[Data for this exercise]
----

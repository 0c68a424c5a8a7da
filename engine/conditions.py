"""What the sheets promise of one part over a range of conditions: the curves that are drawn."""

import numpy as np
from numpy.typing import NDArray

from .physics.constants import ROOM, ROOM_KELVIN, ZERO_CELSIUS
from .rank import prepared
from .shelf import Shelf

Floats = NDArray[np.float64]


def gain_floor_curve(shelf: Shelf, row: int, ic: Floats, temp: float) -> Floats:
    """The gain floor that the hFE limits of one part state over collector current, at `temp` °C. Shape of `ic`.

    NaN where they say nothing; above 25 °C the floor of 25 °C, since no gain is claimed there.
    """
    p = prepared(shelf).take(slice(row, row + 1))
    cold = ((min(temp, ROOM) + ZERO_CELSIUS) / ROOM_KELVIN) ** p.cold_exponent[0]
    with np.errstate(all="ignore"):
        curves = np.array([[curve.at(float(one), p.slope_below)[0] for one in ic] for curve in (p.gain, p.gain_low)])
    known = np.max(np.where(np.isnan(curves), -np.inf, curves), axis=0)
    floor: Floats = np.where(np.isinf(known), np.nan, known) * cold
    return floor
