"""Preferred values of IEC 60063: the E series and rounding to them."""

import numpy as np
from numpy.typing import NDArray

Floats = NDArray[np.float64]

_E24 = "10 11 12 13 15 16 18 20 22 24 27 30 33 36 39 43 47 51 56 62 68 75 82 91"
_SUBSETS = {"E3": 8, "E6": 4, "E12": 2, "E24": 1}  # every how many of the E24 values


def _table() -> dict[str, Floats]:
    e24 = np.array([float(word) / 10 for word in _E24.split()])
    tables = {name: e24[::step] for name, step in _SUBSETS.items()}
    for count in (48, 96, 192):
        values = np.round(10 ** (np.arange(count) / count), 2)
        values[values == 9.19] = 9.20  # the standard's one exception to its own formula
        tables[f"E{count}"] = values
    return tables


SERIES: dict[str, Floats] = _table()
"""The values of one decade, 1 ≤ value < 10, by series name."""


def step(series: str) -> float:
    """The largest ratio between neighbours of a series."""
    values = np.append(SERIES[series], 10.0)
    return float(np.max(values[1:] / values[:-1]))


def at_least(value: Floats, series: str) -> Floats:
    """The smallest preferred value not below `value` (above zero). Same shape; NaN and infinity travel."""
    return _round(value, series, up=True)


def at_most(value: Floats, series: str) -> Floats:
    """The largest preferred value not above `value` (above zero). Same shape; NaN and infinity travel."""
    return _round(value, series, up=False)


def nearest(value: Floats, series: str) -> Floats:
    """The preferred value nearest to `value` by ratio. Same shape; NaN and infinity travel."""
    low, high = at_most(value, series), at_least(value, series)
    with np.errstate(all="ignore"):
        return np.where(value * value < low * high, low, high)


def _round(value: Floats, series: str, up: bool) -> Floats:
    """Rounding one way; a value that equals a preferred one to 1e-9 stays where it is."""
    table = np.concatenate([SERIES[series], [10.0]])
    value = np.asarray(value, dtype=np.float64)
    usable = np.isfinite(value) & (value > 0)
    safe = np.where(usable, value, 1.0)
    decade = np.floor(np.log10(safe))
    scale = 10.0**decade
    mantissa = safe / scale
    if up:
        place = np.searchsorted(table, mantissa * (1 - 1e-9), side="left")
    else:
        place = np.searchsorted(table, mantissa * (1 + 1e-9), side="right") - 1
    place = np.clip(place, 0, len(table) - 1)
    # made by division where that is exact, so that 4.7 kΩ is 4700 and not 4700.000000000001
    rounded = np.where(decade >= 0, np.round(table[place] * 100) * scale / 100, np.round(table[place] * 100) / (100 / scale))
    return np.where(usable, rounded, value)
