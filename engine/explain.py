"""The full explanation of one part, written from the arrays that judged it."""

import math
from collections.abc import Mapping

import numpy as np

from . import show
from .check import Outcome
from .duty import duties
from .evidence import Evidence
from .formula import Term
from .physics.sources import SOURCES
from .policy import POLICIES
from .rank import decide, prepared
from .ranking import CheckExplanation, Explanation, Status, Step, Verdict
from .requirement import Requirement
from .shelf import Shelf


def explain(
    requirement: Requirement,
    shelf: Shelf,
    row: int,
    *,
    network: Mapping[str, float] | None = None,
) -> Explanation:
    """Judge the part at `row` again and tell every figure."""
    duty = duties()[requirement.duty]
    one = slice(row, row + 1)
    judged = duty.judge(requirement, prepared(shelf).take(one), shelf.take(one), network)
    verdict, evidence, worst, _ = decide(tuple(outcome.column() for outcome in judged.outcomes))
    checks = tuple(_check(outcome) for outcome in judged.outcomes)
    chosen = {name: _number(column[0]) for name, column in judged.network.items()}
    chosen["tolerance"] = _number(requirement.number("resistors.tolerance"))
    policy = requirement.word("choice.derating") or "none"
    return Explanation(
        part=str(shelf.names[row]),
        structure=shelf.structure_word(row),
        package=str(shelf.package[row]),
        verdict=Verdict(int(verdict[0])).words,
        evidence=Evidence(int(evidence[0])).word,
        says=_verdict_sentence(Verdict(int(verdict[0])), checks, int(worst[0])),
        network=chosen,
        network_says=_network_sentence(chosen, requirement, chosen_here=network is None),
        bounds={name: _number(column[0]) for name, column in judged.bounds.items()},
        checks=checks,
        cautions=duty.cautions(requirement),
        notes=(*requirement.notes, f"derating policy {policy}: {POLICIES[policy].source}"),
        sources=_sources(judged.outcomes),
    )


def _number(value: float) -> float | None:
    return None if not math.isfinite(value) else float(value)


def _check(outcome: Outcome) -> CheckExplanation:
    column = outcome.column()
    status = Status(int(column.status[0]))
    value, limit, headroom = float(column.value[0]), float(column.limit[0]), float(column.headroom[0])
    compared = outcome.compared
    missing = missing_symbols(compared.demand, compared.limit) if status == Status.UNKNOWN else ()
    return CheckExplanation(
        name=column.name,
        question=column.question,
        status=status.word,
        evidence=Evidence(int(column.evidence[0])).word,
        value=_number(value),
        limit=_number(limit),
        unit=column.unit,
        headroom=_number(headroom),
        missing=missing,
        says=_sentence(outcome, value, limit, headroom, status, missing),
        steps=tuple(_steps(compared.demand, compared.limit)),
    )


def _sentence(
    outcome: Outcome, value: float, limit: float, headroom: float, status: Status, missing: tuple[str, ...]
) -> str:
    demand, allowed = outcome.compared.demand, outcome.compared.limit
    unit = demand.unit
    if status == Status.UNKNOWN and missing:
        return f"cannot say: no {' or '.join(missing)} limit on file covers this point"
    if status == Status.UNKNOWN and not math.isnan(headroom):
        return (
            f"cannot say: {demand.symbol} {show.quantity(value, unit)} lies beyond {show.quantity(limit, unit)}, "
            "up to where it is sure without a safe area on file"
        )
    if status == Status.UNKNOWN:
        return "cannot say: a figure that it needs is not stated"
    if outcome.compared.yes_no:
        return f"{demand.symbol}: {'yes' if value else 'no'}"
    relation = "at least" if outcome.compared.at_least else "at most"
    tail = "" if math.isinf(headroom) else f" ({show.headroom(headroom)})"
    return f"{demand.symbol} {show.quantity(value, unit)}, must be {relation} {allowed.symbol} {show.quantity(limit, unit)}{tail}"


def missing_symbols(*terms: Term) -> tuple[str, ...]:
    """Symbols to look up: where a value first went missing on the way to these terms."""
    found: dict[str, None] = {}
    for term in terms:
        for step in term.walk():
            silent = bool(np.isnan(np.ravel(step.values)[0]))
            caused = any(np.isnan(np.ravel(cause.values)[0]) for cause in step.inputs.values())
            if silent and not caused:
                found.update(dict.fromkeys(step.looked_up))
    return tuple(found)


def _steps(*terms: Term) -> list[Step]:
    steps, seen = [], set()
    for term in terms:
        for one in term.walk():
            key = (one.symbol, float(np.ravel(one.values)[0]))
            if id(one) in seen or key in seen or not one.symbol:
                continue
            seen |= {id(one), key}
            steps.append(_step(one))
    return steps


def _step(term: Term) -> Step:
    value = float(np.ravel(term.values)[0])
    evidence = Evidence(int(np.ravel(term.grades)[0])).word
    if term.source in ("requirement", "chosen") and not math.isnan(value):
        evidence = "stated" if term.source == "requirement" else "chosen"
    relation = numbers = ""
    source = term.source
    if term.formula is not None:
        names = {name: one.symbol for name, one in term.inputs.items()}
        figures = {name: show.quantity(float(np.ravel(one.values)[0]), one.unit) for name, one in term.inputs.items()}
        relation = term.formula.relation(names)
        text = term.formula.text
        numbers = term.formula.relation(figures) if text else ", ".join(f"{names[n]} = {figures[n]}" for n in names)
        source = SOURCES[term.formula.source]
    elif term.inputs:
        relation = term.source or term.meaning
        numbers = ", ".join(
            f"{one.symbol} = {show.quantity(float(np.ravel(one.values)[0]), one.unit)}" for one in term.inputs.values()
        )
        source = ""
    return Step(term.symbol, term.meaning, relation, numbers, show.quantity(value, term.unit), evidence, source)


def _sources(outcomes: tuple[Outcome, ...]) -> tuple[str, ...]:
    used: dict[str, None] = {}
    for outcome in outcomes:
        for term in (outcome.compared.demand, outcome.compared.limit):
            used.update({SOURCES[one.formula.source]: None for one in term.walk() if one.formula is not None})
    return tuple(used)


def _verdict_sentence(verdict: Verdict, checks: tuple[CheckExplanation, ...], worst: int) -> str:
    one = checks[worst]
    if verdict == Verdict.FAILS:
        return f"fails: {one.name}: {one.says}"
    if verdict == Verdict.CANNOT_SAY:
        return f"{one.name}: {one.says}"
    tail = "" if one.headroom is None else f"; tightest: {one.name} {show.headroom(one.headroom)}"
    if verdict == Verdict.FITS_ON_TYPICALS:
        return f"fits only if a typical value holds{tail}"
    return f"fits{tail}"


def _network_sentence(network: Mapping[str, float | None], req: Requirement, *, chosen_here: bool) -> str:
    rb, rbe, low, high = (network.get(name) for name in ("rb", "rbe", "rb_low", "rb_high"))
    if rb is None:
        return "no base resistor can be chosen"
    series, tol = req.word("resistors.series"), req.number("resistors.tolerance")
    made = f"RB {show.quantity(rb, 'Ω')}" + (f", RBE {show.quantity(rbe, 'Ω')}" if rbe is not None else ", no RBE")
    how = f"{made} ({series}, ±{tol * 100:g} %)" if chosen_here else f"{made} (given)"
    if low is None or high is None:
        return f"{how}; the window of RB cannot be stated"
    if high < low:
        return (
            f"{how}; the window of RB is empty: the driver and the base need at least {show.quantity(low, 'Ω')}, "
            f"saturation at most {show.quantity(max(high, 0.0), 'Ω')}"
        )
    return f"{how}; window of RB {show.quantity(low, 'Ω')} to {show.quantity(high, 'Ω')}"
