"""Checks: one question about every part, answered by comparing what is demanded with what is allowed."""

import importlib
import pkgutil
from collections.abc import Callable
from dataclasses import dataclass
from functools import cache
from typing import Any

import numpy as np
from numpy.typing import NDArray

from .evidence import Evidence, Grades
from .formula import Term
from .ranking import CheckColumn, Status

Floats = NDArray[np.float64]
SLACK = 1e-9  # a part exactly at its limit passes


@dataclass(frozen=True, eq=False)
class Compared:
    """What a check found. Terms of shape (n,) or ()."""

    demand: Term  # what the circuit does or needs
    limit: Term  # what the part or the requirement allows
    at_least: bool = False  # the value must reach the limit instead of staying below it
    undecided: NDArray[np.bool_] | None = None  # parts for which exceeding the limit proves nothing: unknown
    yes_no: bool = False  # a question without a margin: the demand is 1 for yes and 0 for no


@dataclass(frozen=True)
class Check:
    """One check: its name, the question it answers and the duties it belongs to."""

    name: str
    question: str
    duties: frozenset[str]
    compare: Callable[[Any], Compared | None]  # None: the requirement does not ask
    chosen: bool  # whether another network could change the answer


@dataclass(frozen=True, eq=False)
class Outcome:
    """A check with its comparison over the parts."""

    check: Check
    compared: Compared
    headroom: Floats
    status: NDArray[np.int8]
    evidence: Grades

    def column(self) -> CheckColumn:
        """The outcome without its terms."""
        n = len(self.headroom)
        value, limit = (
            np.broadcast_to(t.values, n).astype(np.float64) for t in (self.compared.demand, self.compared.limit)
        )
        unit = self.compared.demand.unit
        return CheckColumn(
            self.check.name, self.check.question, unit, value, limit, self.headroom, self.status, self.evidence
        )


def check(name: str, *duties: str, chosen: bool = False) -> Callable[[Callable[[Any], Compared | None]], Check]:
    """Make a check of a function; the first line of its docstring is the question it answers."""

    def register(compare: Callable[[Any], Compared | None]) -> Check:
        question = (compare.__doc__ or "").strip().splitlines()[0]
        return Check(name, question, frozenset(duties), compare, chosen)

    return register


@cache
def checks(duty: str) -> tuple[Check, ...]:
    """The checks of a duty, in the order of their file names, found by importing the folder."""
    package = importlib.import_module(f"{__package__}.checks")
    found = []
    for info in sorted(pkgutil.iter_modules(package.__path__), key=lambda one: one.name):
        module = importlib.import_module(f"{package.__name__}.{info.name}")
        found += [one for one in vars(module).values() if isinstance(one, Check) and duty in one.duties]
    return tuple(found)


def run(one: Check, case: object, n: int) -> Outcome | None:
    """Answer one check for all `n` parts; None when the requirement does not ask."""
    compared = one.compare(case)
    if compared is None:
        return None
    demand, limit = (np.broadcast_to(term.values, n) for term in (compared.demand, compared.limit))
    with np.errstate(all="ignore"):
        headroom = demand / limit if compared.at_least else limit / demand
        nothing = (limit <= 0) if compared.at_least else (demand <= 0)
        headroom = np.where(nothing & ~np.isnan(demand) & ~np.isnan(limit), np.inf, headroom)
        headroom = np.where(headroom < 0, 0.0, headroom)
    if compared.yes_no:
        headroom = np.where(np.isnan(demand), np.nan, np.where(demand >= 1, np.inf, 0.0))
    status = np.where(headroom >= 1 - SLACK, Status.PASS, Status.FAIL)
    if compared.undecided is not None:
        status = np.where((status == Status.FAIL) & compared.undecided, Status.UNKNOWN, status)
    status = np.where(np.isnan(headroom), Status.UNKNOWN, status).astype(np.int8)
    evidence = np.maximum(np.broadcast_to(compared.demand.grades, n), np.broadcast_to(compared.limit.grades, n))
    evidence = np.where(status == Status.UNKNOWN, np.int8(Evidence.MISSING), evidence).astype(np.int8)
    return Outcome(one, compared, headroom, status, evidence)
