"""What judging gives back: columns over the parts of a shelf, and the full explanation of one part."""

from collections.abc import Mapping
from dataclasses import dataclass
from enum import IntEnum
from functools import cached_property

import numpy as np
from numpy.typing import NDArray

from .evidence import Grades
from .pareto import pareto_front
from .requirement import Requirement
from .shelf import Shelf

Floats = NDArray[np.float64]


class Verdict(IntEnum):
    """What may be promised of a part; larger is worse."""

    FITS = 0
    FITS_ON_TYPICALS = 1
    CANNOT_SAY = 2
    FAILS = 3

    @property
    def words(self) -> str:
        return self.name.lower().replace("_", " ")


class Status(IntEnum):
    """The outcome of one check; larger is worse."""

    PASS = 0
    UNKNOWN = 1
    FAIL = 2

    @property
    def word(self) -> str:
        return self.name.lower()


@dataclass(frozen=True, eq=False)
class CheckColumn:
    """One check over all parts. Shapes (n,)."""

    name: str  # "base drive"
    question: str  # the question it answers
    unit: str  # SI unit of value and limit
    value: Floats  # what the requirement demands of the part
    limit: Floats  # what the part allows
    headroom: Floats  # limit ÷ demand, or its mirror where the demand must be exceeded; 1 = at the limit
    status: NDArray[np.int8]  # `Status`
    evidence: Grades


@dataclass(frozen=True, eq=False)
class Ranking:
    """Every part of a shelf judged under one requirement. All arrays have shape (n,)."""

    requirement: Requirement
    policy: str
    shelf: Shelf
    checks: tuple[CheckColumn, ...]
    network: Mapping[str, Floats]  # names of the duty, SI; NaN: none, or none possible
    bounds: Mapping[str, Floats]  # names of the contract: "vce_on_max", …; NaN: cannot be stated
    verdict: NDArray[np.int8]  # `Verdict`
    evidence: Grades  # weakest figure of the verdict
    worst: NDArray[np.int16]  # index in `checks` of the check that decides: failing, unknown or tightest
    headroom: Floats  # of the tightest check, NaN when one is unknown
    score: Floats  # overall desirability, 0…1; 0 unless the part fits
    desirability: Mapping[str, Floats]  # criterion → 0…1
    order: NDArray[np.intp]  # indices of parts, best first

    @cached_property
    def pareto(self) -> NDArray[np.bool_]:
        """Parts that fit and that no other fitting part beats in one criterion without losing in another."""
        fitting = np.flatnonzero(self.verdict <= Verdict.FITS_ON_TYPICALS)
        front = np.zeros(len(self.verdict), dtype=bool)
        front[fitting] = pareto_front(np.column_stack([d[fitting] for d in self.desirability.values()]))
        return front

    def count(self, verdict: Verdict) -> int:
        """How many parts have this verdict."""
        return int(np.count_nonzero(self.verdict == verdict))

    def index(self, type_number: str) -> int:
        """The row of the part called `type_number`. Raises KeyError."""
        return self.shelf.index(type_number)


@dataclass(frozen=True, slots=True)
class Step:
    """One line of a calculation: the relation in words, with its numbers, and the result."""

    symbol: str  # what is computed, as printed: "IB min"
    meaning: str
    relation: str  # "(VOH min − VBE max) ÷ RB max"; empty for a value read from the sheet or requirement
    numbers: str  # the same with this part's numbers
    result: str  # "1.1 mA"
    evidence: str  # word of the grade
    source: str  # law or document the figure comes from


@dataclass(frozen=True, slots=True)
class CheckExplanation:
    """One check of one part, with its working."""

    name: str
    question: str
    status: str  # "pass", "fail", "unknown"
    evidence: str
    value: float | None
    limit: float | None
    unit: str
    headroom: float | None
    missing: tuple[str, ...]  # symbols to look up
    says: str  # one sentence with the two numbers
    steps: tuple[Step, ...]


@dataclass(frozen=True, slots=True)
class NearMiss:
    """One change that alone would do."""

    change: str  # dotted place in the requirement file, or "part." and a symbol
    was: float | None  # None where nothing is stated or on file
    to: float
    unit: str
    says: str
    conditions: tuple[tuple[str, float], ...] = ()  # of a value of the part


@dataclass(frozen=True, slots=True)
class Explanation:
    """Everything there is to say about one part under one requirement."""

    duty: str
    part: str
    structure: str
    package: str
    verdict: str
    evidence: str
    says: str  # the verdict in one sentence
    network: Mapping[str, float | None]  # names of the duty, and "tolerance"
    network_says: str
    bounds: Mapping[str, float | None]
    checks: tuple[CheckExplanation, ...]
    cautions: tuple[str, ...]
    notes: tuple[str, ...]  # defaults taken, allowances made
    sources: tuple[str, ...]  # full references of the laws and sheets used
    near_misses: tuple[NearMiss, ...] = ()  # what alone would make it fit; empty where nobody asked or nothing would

----

Across the whole listing, show each line where the word "prepared" occurs.

from .rank import prepared
    p = prepared(shelf).take(slice(row, row + 1))
from .rank import decide, prepared
    judged = duty.judge(requirement, prepared(shelf).take(one), shelf.take(one), network)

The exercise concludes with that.